#[cfg(test)]
mod tests {
    use super::*;
    use crate::data::Library;
    use crate::fuel::Fuel;
    use crate::props::gas::AmbientGas;
    use crate::uncertainty::spec::Spread;

    fn nominal(fuel: &str) -> DropletInputs {
        let lib = Library::embedded().unwrap();
        DropletInputs::new(Fuel::resolve(fuel, &lib).unwrap(), AmbientGas::air(&lib).unwrap(), 800.0, 101_325.0, 50e-6, 300.0)
    }

    #[test]
    fn composition_groups_take_the_most_specific_entry() {
        let lib = Library::embedded().unwrap();
        let inp = nominal("demo-wide");
        let mut spec = UncertaintySpec::default();
        spec.properties.enabled = false;
        spec.add_composition("aromatics=10%,each-component=1%", "--composition-uncertainty", &lib).unwrap();
        let (f, _) = resolve(&spec, &inp).unwrap();
        let arom = f.iter().find(|f| f.name == "composition:aromatics").unwrap();
        let FactorKind::Composition { members, .. } = &arom.kind else { panic!() };
        assert!(!members.is_empty());
        for &i in members {
            assert!(inp.fuel.components[i].class.aromatic_rings() > 0);
            assert!(!f.iter().any(|g| g.name == format!("composition:{}", inp.fuel.components[i].id)));
        }
        // every component is in exactly one group
        let mut count = vec![0; inp.fuel.len()];
        for g in &f {
            if let FactorKind::Composition { members, .. } = &g.kind {
                for &i in members {
                    count[i] += 1;
                }
            }
        }
        assert!(count.iter().all(|c| *c == 1), "{count:?}");
    }

    #[test]
    fn perturbation_renormalises_and_scales() {
        let lib = Library::embedded().unwrap();
        let inp = nominal("demo-wide");
        let mut spec = UncertaintySpec::default();
        spec.add_composition("aromatics=10%", "c", &lib).unwrap();
        spec.conditions.insert(ConditionKey::parse("pressure").unwrap(), Spread { value: 0.1, relative: true, distribution: Distribution::Normal });
        let (f, _) = resolve(&spec, &inp).unwrap();
        let z: Vec<f64> = (0..f.len()).map(|k| if k % 2 == 0 { 1.0 } else { -0.5 }).collect();
        let p = perturbed(&inp, &f, &z);
        assert!((p.fuel.mass_fractions.iter().sum::<f64>() - 1.0).abs() < 1e-12);
        assert!((p.pressure - 101_325.0 * 1.1).abs() < 1e-6);
        let k = f.iter().position(|f| f.name == format!("vapor-pressure:{}", inp.fuel.components[0].id)).unwrap();
        let s = f[k].value(z[k]);
        let c0 = &inp.fuel.components[0];
        assert!((p.fuel.components[0].vapor_pressure(350.0) / c0.vapor_pressure(350.0) - s).abs() < 1e-12);
        // zero draws change nothing
        let same = perturbed(&inp, &f, &vec![0.0; f.len()]);
        assert_eq!(same.pressure, inp.pressure);
        for (a, b) in same.fuel.components.iter().zip(&inp.fuel.components) {
            assert_eq!(a.vapor_pressure(350.0), b.vapor_pressure(350.0));
        }
    }

    /// Overwriting kept copies gives the inputs a fresh copy gives (every component equal, the same property
    /// bits), sample after sample, with property, flash-point and cetane factors, through the kernels; and with
    /// flash-point and cetane factors alone.
    #[test]
    fn reused_copies_equal_fresh_ones() {
        for properties in [true, false] {
            reused_copies_equal_fresh_ones_with(properties);
        }
    }

    fn reused_copies_equal_fresh_ones_with(properties: bool) {
        let lib = Library::embedded().unwrap();
        let inp = crate::model::inputs::with_kernels(&nominal("demo-wide")).unwrap_or_else(|| nominal("demo-wide"));
        let mut spec = UncertaintySpec::default();
        spec.properties.enabled = properties;
        spec.indicator_inputs.enabled = true;
        spec.indicator_inputs.scale = 1.0;
        spec.add_composition("aromatics=10%", "c", &lib).unwrap();
        let (f, _) = resolve(&spec, &inp).unwrap();
        assert_eq!(f.iter().any(|f| matches!(f.kind, FactorKind::Property { .. })), properties);
        let mut spare = Spare::default();
        let mut reused = 0;
        for sample in 0..4 {
            let z: Vec<f64> = (0..f.len()).map(|k| ((k * 7 + sample * 3) % 11) as f64 / 5.0 - 1.0).collect();
            let fresh = perturbed(&inp, &f, &z);
            let kept_before = spare.components.iter().filter(|c| c.is_some()).count();
            let again = perturbed_reusing(&inp, &f, &z, &mut spare);
            reused += kept_before - spare.components.iter().filter(|c| c.is_some()).count();
            assert_eq!(fresh.fuel.mass_fractions, again.fuel.mass_fractions);
            for (a, b) in fresh.fuel.components.iter().zip(&again.fuel.components) {
                assert_eq!(a.as_ref(), b.as_ref());
                assert_eq!(a.kernels.active.is_some(), b.kernels.active.is_some());
                for t in [300.0, 420.0] {
                    assert_eq!(a.vapor_pressure(t).to_bits(), b.vapor_pressure(t).to_bits());
                    assert_eq!(a.liquid_density(t).to_bits(), b.liquid_density(t).to_bits());
                }
            }
            spare.recover(&inp, again);
        }
        assert_eq!(reused, 3 * inp.fuel.len(), "every copy of samples 2 to 4 reused");
    }

    #[test]
    fn spreads_reaching_zero_are_refused() {
        let inp = nominal("n-decane");
        let mut spec = UncertaintySpec::default();
        spec.conditions.insert(ConditionKey::parse("diameter").unwrap(), Spread { value: 20e-6, relative: false, distribution: Distribution::Normal });
        let e = resolve(&spec, &inp).unwrap_err().to_string();
        assert!(e.contains("diameter"), "{e}");
    }
}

^^^^^^^^^^^^^^^^

Work instruction | Wherever the string "same" occurs in the listing, return the line it sits on.

Expected answer |
        let same = perturbed(&inp, &f, &vec![0.0; f.len()]);
        assert_eq!(same.pressure, inp.pressure);
        for (a, b) in same.fuel.components.iter().zip(&inp.fuel.components) {
    /// Overwriting kept copies gives the inputs a fresh copy gives (every component equal, the same property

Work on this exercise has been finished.